Task item: Look below for the line containing "and no request."; from there through the line containing "blank means no background", both lines included, please set down each line exactly and nothing else.

[Saved data entries]
# # # # # # #

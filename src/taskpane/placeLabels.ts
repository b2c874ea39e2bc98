/**
 * Greedy point-label placement: each label tries candidate positions around its anchor, nearest
 * first (the eight-position model of cartographic point labelling, common practice), and takes
 * the first whose bounding box stays inside the map and overlaps neither an obstacle (a depot
 * marker) nor a label placed before it. A label that finds no free place is left out rather than
 * drawn over another; the legend still names it.
 */

/** An axis-aligned box in pixels (y grows downwards). */
export interface Box {
  readonly x: number;
  readonly y: number;
  readonly w: number;
  readonly h: number;
}

/** A label to place: its anchor point and its size in pixels. */
export interface LabelRequest {
  readonly x: number;
  readonly y: number;
  readonly w: number;
  readonly h: number;
}

/** Options of `placeLabels`. */
export interface PlaceLabelsOptions {
  /** The map's size; every placed box stays inside it. */
  readonly width: number;
  readonly height: number;
  /** Boxes no label may overlap (depot markers, a scale bar ...). */
  readonly obstacles?: readonly Box[];
  /** Gap between the anchor and the label, px (default 6). */
  readonly gapPx?: number;
  /** How many rings of candidates, each one gap further out (default 6). */
  readonly rings?: number;
}

/**
 * Place labels in the given order (put the most important first).
 *
 * @param labels - anchors and sizes, px
 * @param options - the map's size, obstacles, gap and number of candidate rings
 * @returns one box per label, or `undefined` where no free place was found
 * @throws RangeError when the map size is not positive
 * @example placeLabels([{ x: 50, y: 50, w: 20, h: 10 }], { width: 100, height: 100 }) // => [{ x: 56, y: 39, w: 20, h: 10 }]
 */
export function placeLabels(labels: readonly LabelRequest[], options: PlaceLabelsOptions): (Box | undefined)[] {
  const { width, height } = options;
  if (!(width > 0 && height > 0)) throw new RangeError(`width and height must be > 0, got ${width} x ${height}`);
  const gap = options.gapPx ?? 6;
  const rings = options.rings ?? 6;
  const taken: Box[] = [...(options.obstacles ?? [])];
  return labels.map((label) => {
    for (let ring = 0; ring < rings; ring++) {
      for (const box of candidates(label, gap * (ring + 1))) {
        if (!isInside(box, width, height)) continue;
        if (taken.some((t) => overlaps(t, box))) continue;
        taken.push(box);
        return box;
      }
    }
    return undefined;
  });
}

/**
 * Whether two boxes share any area (touching edges do not count).
 *
 * @param a - a box
 * @param b - another box
 * @returns true when the interiors intersect
 * @example overlaps({ x: 0, y: 0, w: 10, h: 10 }, { x: 10, y: 0, w: 5, h: 5 }) // => false
 */
export function overlaps(a: Box, b: Box): boolean {
  return a.x < b.x + b.w && b.x < a.x + a.w && a.y < b.y + b.h && b.y < a.y + a.h;
}

/** Upper right, right, lower right, upper left, left, lower left, above, below: the usual preference order. */
function candidates(l: LabelRequest, d: number): Box[] {
  const { x, y, w, h } = l;
  return [
    { x: x + d, y: y - d - h * 0.5, w, h },
    { x: x + d, y: y - h / 2, w, h },
    { x: x + d, y: y + d - h * 0.5, w, h },
    { x: x - d - w, y: y - d - h * 0.5, w, h },
    { x: x - d - w, y: y - h / 2, w, h },
    { x: x - d - w, y: y + d - h * 0.5, w, h },
    { x: x - w / 2, y: y - d - h, w, h },
    { x: x - w / 2, y: y + d, w, h },
  ];
}

function isInside(b: Box, width: number, height: number): boolean {
  return b.x >= 0 && b.y >= 0 && b.x + b.w <= width && b.y + b.h <= height;
}
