/**
 * The optional background of the route map: a tile URL template (`{z}/{x}/{y}`, the common
 * "slippy map" tile addressing) and the attribution its provider asks for. Kept in the
 * workbook's add-in settings store under one key, so the choice travels with the workbook.
 * No template means no background and no request.
 */

/** Settings-store key of the map background (JSON of `MapBackground`). */
export const MAP_BACKGROUND_KEY = "kiln.pane.mapBackground";

/** A checked background choice. */
export interface MapBackground {
  /** http(s) URL with `{z}`, `{x}`, `{y}` and optionally `{s}` (subdomain) or `{r}` (retina suffix). */
  readonly template: string;
  /** Plain text shown under the map (never read as HTML). */
  readonly attribution: string;
}

const MAX_ATTRIBUTION = 300;
const ALLOWED = new Set(["z", "x", "y", "s", "r"]);

/**
 * Check the pane's two background fields.
 *
 * @param template - the tile URL template as typed; blank means no background
 * @param attribution - the credit line as typed
 * @returns `{ background }` (undefined for none) or `{ message }` naming the field, the problem and the fix
 * @example parseMapBackground("https://tiles.example/{z}/{x}/{y}.png", "© Example").background?.template // => "https://tiles.example/{z}/{x}/{y}.png"
 */
export function parseMapBackground(template: string, attribution: string): { background: MapBackground | undefined } | { message: string } {
  const t = template.trim();
  const a = attribution.trim();
  if (t === "") return { background: undefined };
  const where = "Background map, Tile URL template";
  const missing = ["{z}", "{x}", "{y}"].filter((p) => !t.includes(p));
  if (missing.length > 0)
    return {
      message: `${where}: ${missing.join(", ")} missing. Type the address of one tile with {z}, {x} and {y} where the zoom, column and row go, e.g. https://tiles.example.org/{z}/{x}/{y}.png.`,
    };
  const unknown = [...t.matchAll(/\{([^}]*)\}/g)].map((m) => m[1]!).filter((k) => !ALLOWED.has(k));
  if (unknown.length > 0)
    return {
      message: `${where}: {${unknown[0]}} is not a placeholder the map fills in. Use only {z}, {x}, {y}, {s} and {r}, or type the value itself.`,
    };
  let url: URL;
  try {
    url = new URL(t.replace(/\{[a-z]\}/g, "0"));
  } catch {
    return { message: `${where}: "${t}" is not a web address. Start it with https:// and the tile server's host name.` };
  }
  if (url.protocol !== "https:" && url.protocol !== "http:")
    return { message: `${where}: ${url.protocol} addresses cannot serve tiles here. Use an https:// address.` };
  if (a === "")
    return { message: "Background map, Attribution: empty. Type the credit line the tile provider asks for; it is shown under the map." };
  if (a.length > MAX_ATTRIBUTION)
    return { message: `Background map, Attribution: ${a.length} characters; shorten it to at most ${MAX_ATTRIBUTION}.` };
  return { background: { template: t, attribution: a } };
}

/**
 * Read the stored background back (a broken or hand-edited entry reads as none).
 *
 * @param stored - the settings store's text under `MAP_BACKGROUND_KEY`, if any
 * @returns the background, or undefined for none
 * @example readMapBackground('{"template":"https://t.example/{z}/{x}/{y}.png","attribution":"© T"}')?.attribution // => "© T"
 */
export function readMapBackground(stored: string | undefined): MapBackground | undefined {
  if (!stored) return undefined;
  try {
    const raw = JSON.parse(stored) as { template?: unknown; attribution?: unknown };
    if (typeof raw.template !== "string" || typeof raw.attribution !== "string") return undefined;
    const parsed = parseMapBackground(raw.template, raw.attribution);
    return "background" in parsed ? parsed.background : undefined;
  } catch {
    return undefined;
  }
}
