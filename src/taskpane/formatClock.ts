/**
 * Minutes from midnight as "hh:mm" (a second day shows as "+1 hh:mm").
 *
 * @param minutes - minutes from the planning day's midnight
 * @returns the clock text; "–" for a non-finite value
 * @example formatClock(510) // => "08:30"
 */
export function formatClock(minutes: number): string {
  if (!Number.isFinite(minutes)) return "–";
  const whole = Math.round(minutes);
  const day = Math.floor(whole / 1440);
  const m = ((whole % 1440) + 1440) % 1440;
  const text = `${String(Math.floor(m / 60)).padStart(2, "0")}:${String(m % 60).padStart(2, "0")}`;
  return day === 0 ? text : `${day > 0 ? "+" : ""}${day} ${text}`;
}

/**
 * Seconds as "m:ss" for elapsed and remaining run time.
 *
 * @param seconds - a duration in seconds
 * @returns the text; "–" for a negative or non-finite value
 * @example formatDuration(75.4) // => "1:15"
 */
export function formatDuration(seconds: number): string {
  if (!Number.isFinite(seconds) || seconds < 0) return "–";
  const s = Math.round(seconds);
  return `${Math.floor(s / 60)}:${String(s % 60).padStart(2, "0")}`;
}
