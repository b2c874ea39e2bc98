import { DEFAULT_DETOUR_FACTOR, DEFAULT_SPEED_KMH } from "../constants.js";
import type { LatLon, Matrix } from "../model.js";
import { placeKm, places } from "./placeKm.js";

/** Side of the square tiles the matrix is filled in (64 x 64 entries: 32 KB per array). */
const TILE = 64;

/** Options of `buildMatrix`. */
export interface BuildMatrixOptions {
  /** Road distance over great-circle distance (default 1.3, common practice). */
  readonly detourFactor: number;
  /** Speed for `travelMin` (default 40 km/h). */
  readonly speedKmh: number;
}

/**
 * The travel matrix of a set of locations: great-circle km times the detour factor, and
 * minutes at the given speed. Built once per problem, row-major in typed arrays.
 *
 * @param locations - points in decimal degrees
 * @param options - detour factor and reference speed
 * @returns a `Matrix` with `size = locations.length`
 * @throws RangeError when the detour factor is below 1 or the speed is not positive
 * @example buildMatrix([{lat: 0, lon: 0}, {lat: 0, lon: 1}]).distanceKm[1] // => 144.55 (about)
 */
export function buildMatrix(locations: readonly LatLon[], options: Partial<BuildMatrixOptions> = {}): Matrix {
  const detour = options.detourFactor ?? DEFAULT_DETOUR_FACTOR;
  const speed = options.speedKmh ?? DEFAULT_SPEED_KMH;
  if (!(detour >= 1)) throw new RangeError(`detourFactor must be >= 1, got ${detour}`);
  if (!(speed > 0)) throw new RangeError(`speedKmh must be > 0, got ${speed}`);
  const n = locations.length;
  const distanceKm = new Float64Array(n * n);
  const travelMin = new Float64Array(n * n);
  // Every entry is `placeKm` (bitwise `greatCircleKm(a, b) * detour`, each point's cosine taken
  // once), from the lower index to the higher and mirrored; the matrix filled in square tiles
  // so the mirrored writes stay in cache.
  const p = places(locations, detour);
  for (let i0 = 0; i0 < n; i0 += TILE) {
    const i1 = Math.min(n, i0 + TILE);
    for (let j0 = i0; j0 < n; j0 += TILE) {
      const j1 = Math.min(n, j0 + TILE);
      for (let i = i0; i < i1; i++) {
        for (let j = Math.max(j0, i + 1); j < j1; j++) {
          const km = placeKm(p, i, j);
          const min = (km / speed) * 60;
          distanceKm[i * n + j] = km;
          distanceKm[j * n + i] = km;
          travelMin[i * n + j] = min;
          travelMin[j * n + i] = min;
        }
      }
    }
  }
  return { size: n, distanceKm, travelMin, userSupplied: false, greatCircle: { detourFactor: detour } };
}

/**
 * A matrix from numbers the user supplied (for example exported from a road-routing
 * engine), used as is. When no time matrix is given, minutes follow from km at `speedKmh`.
 *
 * @param distanceKm - square table of kilometres, row = from, column = to
 * @param travelMin - optional square table of minutes of the same size
 * @param speedKmh - speed for minutes when `travelMin` is absent (default 40)
 * @throws RangeError when a table is not square or sizes differ (validate user data first)
 * @example userMatrix([[0, 5], [6, 0]]).distanceKm[2] // => 6
 */
export function userMatrix(
  distanceKm: readonly (readonly number[])[],
  travelMin?: readonly (readonly number[])[],
  speedKmh: number = DEFAULT_SPEED_KMH,
): Matrix {
  const n = distanceKm.length;
  const check = (t: readonly (readonly number[])[], what: string): void => {
    if (t.length !== n || t.some((row) => row.length !== n)) {
      throw new RangeError(`${what} must be ${n} x ${n}`);
    }
  };
  check(distanceKm, "distanceKm");
  if (travelMin) check(travelMin, "travelMin");
  const d = new Float64Array(n * n);
  const t = new Float64Array(n * n);
  for (let i = 0; i < n; i++) {
    for (let j = 0; j < n; j++) {
      d[i * n + j] = distanceKm[i]![j]!;
      t[i * n + j] = travelMin ? travelMin[i]![j]! : (distanceKm[i]![j]! / speedKmh) * 60;
    }
  }
  return { size: n, distanceKm: d, travelMin: t, userSupplied: true };
}
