/**
 * Which host the pane runs in. taskpane.html loads office.js only when an Office host may be
 * around (no `Office` global: standalone at once). Outside Office, `Office.onReady` resolves with
 * `host` null; when office.js failed to load or never answers, a short timeout decides
 * "standalone" instead.
 */

/**
 * Wait for Office, at most `timeoutMs`.
 *
 * @param timeoutMs - how long to wait for `Office.onReady` (ms, default 2500)
 * @returns "excel" inside Excel, "file" otherwise (standalone page)
 * @example const mode = await whenOfficeReady(); // => "file" in a plain browser tab
 */
export async function whenOfficeReady(timeoutMs = 2500): Promise<"excel" | "file"> {
  const office = (globalThis as { Office?: typeof Office }).Office;
  if (!office || typeof office.onReady !== "function") return "file";
  const timeout = new Promise<"file">((resolve) => setTimeout(() => resolve("file"), timeoutMs));
  const ready = office
    .onReady()
    .then((info): "excel" | "file" => (info && info.host === office.HostType.Excel ? "excel" : "file"))
    .catch((): "file" => "file");
  return Promise.race([ready, timeout]);
}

# # # # # # #

Finished exercise:
 * No template means no background and no request.
 */

/** Settings-store key of the map background (JSON of `MapBackground`). */
export const MAP_BACKGROUND_KEY = "kiln.pane.mapBackground";

/** A checked background choice. */
export interface MapBackground {
  /** http(s) URL with `{z}`, `{x}`, `{y}` and optionally `{s}` (subdomain) or `{r}` (retina suffix). */
  readonly template: string;
  /** Plain text shown under the map (never read as HTML). */
  readonly attribution: string;
}

const MAX_ATTRIBUTION = 300;
const ALLOWED = new Set(["z", "x", "y", "s", "r"]);

/**
 * Check the pane's two background fields.
 *
 * @param template - the tile URL template as typed; blank means no background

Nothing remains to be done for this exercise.